Supply goods and services only subject to these terms and any person (hereinafter called "The Buyer") supplied by MotaParts Xpres Ltd/MotaParts Xpress (Worcester) Ltd accept that these conditions will govern all contractual relations between them to the exclusion of any terms contained in any of The Buyer's documents even if The Buyer's terms purport to provide that The Buyer's own or some other terms prevail. No employee or any other person acting or purporting to act on behalf of The Company is authorised to agree or effect any alteration in these terms, or make or give any representation of warranty in relation to the goods or services save only that a Partner, Principle, or Director of The Company may in writing agree such alterations or make or give such representation or warranties.
PAYMENT OF ACCOUNTS: All accounts must be paid no later than the 28th of the month following invoice date. A statement will be sent detailing all invoices and credits during the month. In the event of default in payment The Company reserves the right to suspend or cancel credit facilities and to charge an additional account service charge at a rate of 2% over normal bank base interest rate at monthly intervals on the overdue portion of the account until the arrears are cleared. It is The Buyer's responsibility to ensure that payment is made to The Company by due date.
RETURNS: Goods specially ordered or made cannot be accepted for credit. Goods correctly supplied may only be returned if accompanied by the relevant invoice details. Goods returned after a period of 4 weeks may only be accepted with the authority of a Manager, Partner, Principle, or Director of The Company and will be subject to a handling charge of 15% of the price charged to The Buyer.
DAMAGE OR SHORTAGE: Damage or shortage of goods found by The Buyer must be notified to The Company within 3 days. Failure to do so will free The Company from any liability in this respect.
CARRAIGE: Normally goods will delivered carriage paid, but The Company, reserves the right to charge for any special delivery or deliveries of small value, such changes being entirely at the discretion of The Company for non-delivery or delay in delivery.
FITNESS FOR PURPOSES: The Company takes every care with regard to the quality and standard of the manufacture of the goods it supplies as far as it is able to. However, as the goods are used for multiplicity of purposes, and The Company, has no control of the method of their application or use. The Company excludes so far as it may legally do so any condition or warranty implied by the statute or otherwise as to the fitness of its good for a particular purpose. Any technical co-operation between The Company, its suppliers or The Buyer shall not affect the condition. Under no circumstances shall The Company be liable for any loss of profit or contracts or other consequential loss or damage on the part of The Buyer however caused.
RESERVATION OF TITLE: Because of the large number of individual part numbers and references and the unique applications of individual automotive parts and supplies, it is recognised by The Buyer that it is outside the bounds or normal possibility for any parts or supplies of the same part number or reference on The Buyer's premises not to relate to parts and supplies of the same part number or reference supplied by The Company. Notwithstanding delivery and passing of the risk, legal and beneficial ownership shall remain in The Company until full payment for the goods has been made. Until ownership passes The Buyer shall hold goods as Bailee for The Company and must keep the goods free from any charge, lien, or other encumbrances. The Buyer shall have possession of the goods but shall at all times remain accountable to The Company on a fiduciary basis in respect of the goods or the proceeds of sales of the goods until payment has been made in full to The Company. The Company and its associated companies shall be entitled to repossess all goods not paid for, if any sum due in respect if goods remains unpaid by the due date. The Company and its associated companies may enter upon the premises of The Buyer to repossess such goods.
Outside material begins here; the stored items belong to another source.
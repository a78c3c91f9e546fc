/**
 * Score and ranking of the optics shoot, in exact rationals. Definition: tests/reference/CONVENTIONS.md, section F.
 * score = wA·max(0, 1 − d/R) + wB·used/available + wT·test/testMax.
 */
import { DomainError } from '../domain-error';
import { compareExact, exact, isHalfStep, ONE, roundHalfUp, toRatioText, tryExact, ZERO, type Exact } from '../exact';
import { competitionRank, placePoints, type TeamStatus } from '../ranking/places';

/** Decimal text ("12.5") or a whole number. */
export type ExactInput = string | number;

export interface OpticsRules {
  /** Weights of accuracy, barriers used and written test: whole numbers ≥ 0 that add to 100. */
  wA: number;
  wB: number;
  wT: number;
  /** Full scale, mm: at this distance and beyond accuracy is 0. */
  R: ExactInput;
  barriersAvailable: number;
  testMax: ExactInput;
}

export interface OpticsTeam {
  team: string;
  /** Distance from spot to target along the walls, mm; null when the beam hit no wall. */
  d: ExactInput | null;
  barriersUsed: number;
  /** Points of the written test, a whole number of halves. */
  testRaw: ExactInput;
  /** Only for ties; a team without one stands after those with. */
  mirrorsUsed?: number | null;
  /** Seconds, only for ties; a team without one stands after those with. */
  timeUsed?: ExactInput | null;
  status?: TeamStatus;
}

/** Ratios are text "p/q" in lowest terms; `display` is the score rounded half up to two decimals. */
export interface OpticsScore {
  accuracy: string;
  barrier: string;
  test: string;
  score: string;
  display: string;
}

export interface OpticsRankRow {
  team: string;
  status: TeamStatus;
  score: string | null;
  display: string | null;
  place: number | null;
  points: number;
}

/** What may settle equal scores. */
export const OPTICS_TIE_BREAKS = ['distance', 'barriersUsed', 'test', 'mirrorsUsed', 'timeUsed'] as const;
export type OpticsTieBreak = (typeof OPTICS_TIE_BREAKS)[number];

const isCount = (value: unknown): value is number => Number.isInteger(value) && (value as number) >= 0;

/** Rules that have been checked, with their decimals read. */
interface CheckedRules extends Pick<OpticsRules, 'wA' | 'wB' | 'wT' | 'barriersAvailable'> {
  R: Exact;
  testMax: Exact;
}

function checkRules(rules: OpticsRules): CheckedRules {
  const { wA, wB, wT, barriersAvailable } = rules;
  if (![wA, wB, wT].every(isCount) || wA + wB + wT !== 100) throw new DomainError('bad-weights');
  const R = tryExact(rules.R);
  if (R === null || compareExact(R, ZERO) <= 0) throw new DomainError('bad-scale');
  const testMax = tryExact(rules.testMax);
  if (testMax === null || compareExact(testMax, ZERO) <= 0) throw new DomainError('bad-test');
  if (!isCount(barriersAvailable) || barriersAvailable < 1) throw new DomainError('bad-barriers');
  return { wA, wB, wT, barriersAvailable, R, testMax };
}

/** The exact values of one scored team. */
interface ExactScore {
  d: Exact | null;
  testRaw: Exact;
  accuracy: Exact;
  barrier: Exact;
  test: Exact;
  score: Exact;
}

function exactScore(rules: CheckedRules, team: OpticsTeam): ExactScore {
  const { wA, wB, wT, R, testMax, barriersAvailable } = rules;
  const d = team.d === null ? null : tryExact(team.d);
  if (team.d !== null && (d === null || compareExact(d, ZERO) < 0)) throw new DomainError('bad-distance');
  if (!isCount(team.barriersUsed) || team.barriersUsed > barriersAvailable) throw new DomainError('bad-barriers');
  const testRaw = tryExact(team.testRaw);
  if (testRaw === null || compareExact(testRaw, ZERO) < 0 || compareExact(testRaw, testMax) > 0 || !isHalfStep(testRaw)) {
    throw new DomainError('bad-test');
  }
  const accuracy = d === null || compareExact(d, R) >= 0 ? ZERO : ONE.sub(d.div(R));
  const barrier = exact(team.barriersUsed).div(barriersAvailable);
  const test = testRaw.div(testMax);
  return { d, testRaw, accuracy, barrier, test, score: accuracy.mul(wA).add(barrier.mul(wB)).add(test.mul(wT)) };
}

/**
 * One team's score and its three shares.
 * @throws DomainError, the first that holds: `bad-weights` not whole, negative, or not adding to 100; `bad-scale` R ≤ 0;
 *   `bad-test` testMax ≤ 0; `bad-barriers` available < 1; `bad-distance` d negative or unreadable; `bad-barriers` used outside
 *   0..available; `bad-test` test outside 0..testMax or not a multiple of 1/2.
 */
export function opticsScore(input: { rules: OpticsRules; team: OpticsTeam }): OpticsScore {
  const { accuracy, barrier, test, score } = exactScore(checkRules(input.rules), input.team);
  return {
    accuracy: toRatioText(accuracy),
    barrier: toRatioText(barrier),
    test: toRatioText(test),
    score: toRatioText(score),
    display: roundHalfUp(score, 2),
  };
}

/** What a team is ordered by: its score and the tie-break values, null where it has none. */
interface OpticsKeys {
  score: Exact;
  distance: Exact | null;
  barriersUsed: Exact;
  test: Exact;
  mirrorsUsed: Exact | null;
  timeUsed: Exact | null;
}

const HIGHER_FIRST: ReadonlySet<keyof OpticsKeys> = new Set(['score', 'barriersUsed', 'test']);

function compareKey(a: OpticsKeys, b: OpticsKeys, key: keyof OpticsKeys): number {
  const x = a[key];
  const y = b[key];
  if (x === null || y === null) return (x === null ? 1 : 0) - (y === null ? 1 : 0);
  return HIGHER_FIRST.has(key) ? compareExact(y, x) : compareExact(x, y);
}

/**
 * Places of all teams. Scored teams by exact score, higher first, then by the tie-break order; teams equal in everything share
 * a place and stand in input order. Then teams that did not start, then the disqualified, whose results are not read.
 *
 * `tieBreak` is a permutation or part of {@link OPTICS_TIE_BREAKS} (default: all, in that order). `fieldSize` is N for the
 * points of those not scored (default: the number of teams given).
 * @throws DomainError as {@link opticsScore}, for the first team that fails; `bad-status`; `bad-tie-break`.
 */
export function opticsRank(
  input: { rules: OpticsRules; teams: readonly OpticsTeam[] },
  options: { tieBreak?: readonly OpticsTieBreak[]; fieldSize?: number } = {},
): { rows: OpticsRankRow[] } {
  const { rules, teams } = input;
  const order = options.tieBreak ?? OPTICS_TIE_BREAKS;
  const fieldSize = options.fieldSize ?? teams.length;
  if (new Set(order).size !== order.length || !order.every((key) => OPTICS_TIE_BREAKS.includes(key))) {
    throw new DomainError('bad-tie-break');
  }
  const checked = checkRules(rules);

  const scored: { team: string; keys: OpticsKeys }[] = [];
  const others: Record<'dns' | 'dq', OpticsRankRow[]> = { dns: [], dq: [] };
  for (const team of teams) {
    const status = team.status ?? 'scored';
    if (status === 'dns' || status === 'dq') {
      const points = placePoints(status, null, fieldSize);
      others[status].push({ team: team.team, status, score: null, display: null, place: null, points });
    } else if (status === 'scored') {
      const { score, d, testRaw } = exactScore(checked, team);
      scored.push({
        team: team.team,
        keys: {
          score,
          distance: d,
          barriersUsed: exact(team.barriersUsed),
          test: testRaw,
          mirrorsUsed: tryExact(team.mirrorsUsed),
          timeUsed: tryExact(team.timeUsed),
        },
      });
    } else {
      throw new DomainError('bad-status');
    }
  }

  const compare = (a: (typeof scored)[number], b: (typeof scored)[number]): number => {
    for (const key of ['score', ...order] as const) {
      const difference = compareKey(a.keys, b.keys, key);
      if (difference !== 0) return difference;
    }
    return 0;
  };
  const rows = competitionRank(scored, compare).map(({ item, place }): OpticsRankRow => {
    const { score } = item.keys;
    const points = placePoints('scored', place, fieldSize);
    return { team: item.team, status: 'scored', score: toRatioText(score), display: roundHalfUp(score, 2), place, points };
  });
  return { rows: [...rows, ...others.dns, ...others.dq] };
}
PRICES: Prices shall be as ruled at the date of despatch. Prices may increase by The Company to the extent necessary to enable The Company to over increases in cost incurred by the Company prior to the date of despatch.
QUOTATIONS: Quotations do not constitute an offer and shall not bind The Company until and order has been placed and accepted.
STATUATORY RIGHTS: All orders whether oral or written are subject to these terms but nothing in these terms shall be deemed to affect the statutory rights of The Buyer. BUYER'S TERMS: The Company does not recognise any terms and conditions of contract supplied by The Buyer unless any such terms and conditions are specifically acknowledged and agreed in writing by a Principle, Partner, or Director of the Company execution of compliance with, or implementation of orders foes not imply acceptance of The Buyer's terms and conditions.
UNFAIR CONTRACT TERMS: The Company has drawn these Terms of Business in the light of the Unfair Contract Terms Act 1977 and considers them to be fair and reasonable and its prices are based on contracts made on these conditions. If the Purchaser considers these terms to be unreasonable he must inform The Company in writing before the contract is made, otherwise he will deemed to have accepted that The Company's terms are fair reasonable.